Она подозрительно принюхалась к подошедшему сыну, а тот тревожно подумал: «Миллионер или алкоголик?» Оправдание на оба обвинения было одно: «Раз в месяц-то можно», но обвинение в расточительстве всегда сопровождалось получасовым профессиональным пилением…
– И лакали с ним, – утвердительно, но не особенно грозно произнесла Тамара Ивановна.
– Пива выпили, – смиренно молвил Гена.
– Ну, раз в месяц-то можно, – сказал он и улыбнулся взглядом.
– Конечно, раз в месяц, – проворчала Тамара Ивановна. – Только и делает, что лакает…
На том и кончилось.
За ужином, состоявшим из сосисок с подгоревшим рисом, она рассказала сыну, что Галка (ох уж эта Галка!) позвонила сразу же. Тамара Ивановна только-только пришла из садика, разулась – и звонок. А еще она отводила домой Сашку и Машку (они опять подрались, ей пришлось разнимать их). Светка о своих детях совсем не думает, а она что – нанялась, что ли? Ладно, отвела – не трудно, но когда-нибудь она скажет этой Светке…
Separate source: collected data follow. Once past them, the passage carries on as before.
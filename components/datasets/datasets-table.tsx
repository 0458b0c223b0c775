'use client';
import Link from 'next/link';
import type { ColumnDef } from '@tanstack/react-table';
import { DataTable } from '@/components/ui/data-table';
import { Badge } from '@/components/ui/badge';
import { formatSize } from './format';

export type DatasetRow = {
  id: number;
  name: string;
  format: string;
  elements: number;
  snapshots: number;
  sha256: string;
  bytes: number;
  uploadedBy: { name: string } | null;
  createdAt: string;
};

const columns: ColumnDef<DatasetRow, unknown>[] = [
  {
    accessorKey: 'name',
    header: 'Name',
    cell: ({ row }) => (
      <Link className="font-medium text-glass-700 hover:underline" href={`/datasets/${row.original.id}`}>
        {row.original.name}
      </Link>
    ),
  },
  {
    accessorKey: 'format',
    header: 'Format',
    cell: ({ getValue }) => <Badge>{String(getValue()).toUpperCase()}</Badge>,
  },
  { accessorKey: 'elements', header: 'Elements (M)' },
  { accessorKey: 'snapshots', header: 'Snapshots (N)' },
  { accessorKey: 'bytes', header: 'Size', cell: ({ getValue }) => formatSize(Number(getValue())) },
  {
    accessorKey: 'sha256',
    header: 'SHA-256',
    cell: ({ getValue }) => <code className="font-mono text-xs">{String(getValue()).slice(0, 12)}…</code>,
  },
  { id: 'uploader', accessorFn: (r) => r.uploadedBy?.name ?? '—', header: 'Uploaded by' },
  {
    accessorKey: 'createdAt',
    header: 'Uploaded',
    cell: ({ getValue }) => new Date(String(getValue())).toLocaleString('en-GB'),
  },
];

export function DatasetsTable({ rows }: { rows: DatasetRow[] }) {
  return (
    <DataTable
      data={rows}
      columns={columns}
      label="Datasets"
      filterPlaceholder="Filter datasets…"
      empty="No datasets yet."
      initialSort={[{ id: 'createdAt', desc: true }]}
    />
  );
}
Гена слушал с наслаждением: он понимал красоту и естественность бессмысленных разговоров, для которых не нужно ни малейших умственных усилий. Такие разговоры подобны птичьим трелям; сам Гена не умел в них участвовать, но слушал с величайшим наслаждением.
И вдруг он вскочил с табурета, задев рукой вилку, так что ком риса взвился в воздух и упал на пол.
– Вот же оно, вот! – простонал Гена.
– Ты чего?! – вскричала Тамара Ивановна.
– Ну почему не идет? – забормотал он, словно в бреду. – Почему, почему не пишется?..
И, вздохнув глубоко, Гена заорал так, что его услышали соседи и снизу, и сверху, и слева, и справа:
Глава третьяСегодня умерла мама.
А. Камю
Похорон я не помню. Помню только, что мне навязывали большой мамин портрет в белой бумажной рамке и хотели, чтобы я шел впереди процессии. А я отказался. По уголку портрет перехватывала широкая коричневая лента – такие вплетали в косы девочек-первоклашек, когда я был маленьким. Я думал о первоклашках, о своей курточке с синим букварем на рукаве и ничего не видел. Потом, помню, долго болели глаза: я не моргал и не плакал, а всё куда-то таращился.
Да, и еще: я почему-то испачкал руку землей. Очень странно брать бурую землю, а потом чистить руку о снег.
На поминках не пил, потому что терпеть не могу водку. Вино – да, можно, но не на поминках же… Хорошо хоть посуду помыли – уймища! Мы с мамой всегда спорили, кому посуду мыть… Ма… Ма!..
– Ма! – заорал Миша. – Ма! Я рассказ гениальный начал!
Услышав вопль сына, Софья Петровна Солева мягко улыбнулась и привычным движением перекрестилась. Миша очутился рядом с ней в тот момент, когда она прикоснулась щепотью к левому плечу.
– Ма! – продолжал кричать он, и в тесной кухоньке голос его достиг такой нестерпимой громкости, что сперва Софья Петровна, а затем и сам крикун зажали уши ладонями. – Ма-а… – шепотом протянул Миша, а мама молча налила и подала ему стакан кипяченой воды. Жадно выглохтав содержимое стакана, тот присмирел и улыбнулся идиотически счастливой улыбкой.
– Вот и хорошо, что начал, – давно пора, – спокойно и ласково сказала Софья Петровна. – Теперь хоть дома вечерами сидеть будешь…
– Буду, ма, буду… – лихорадочной скороговоркой прочастил Миша и, не удержавшись, взвизгнул: – Буду!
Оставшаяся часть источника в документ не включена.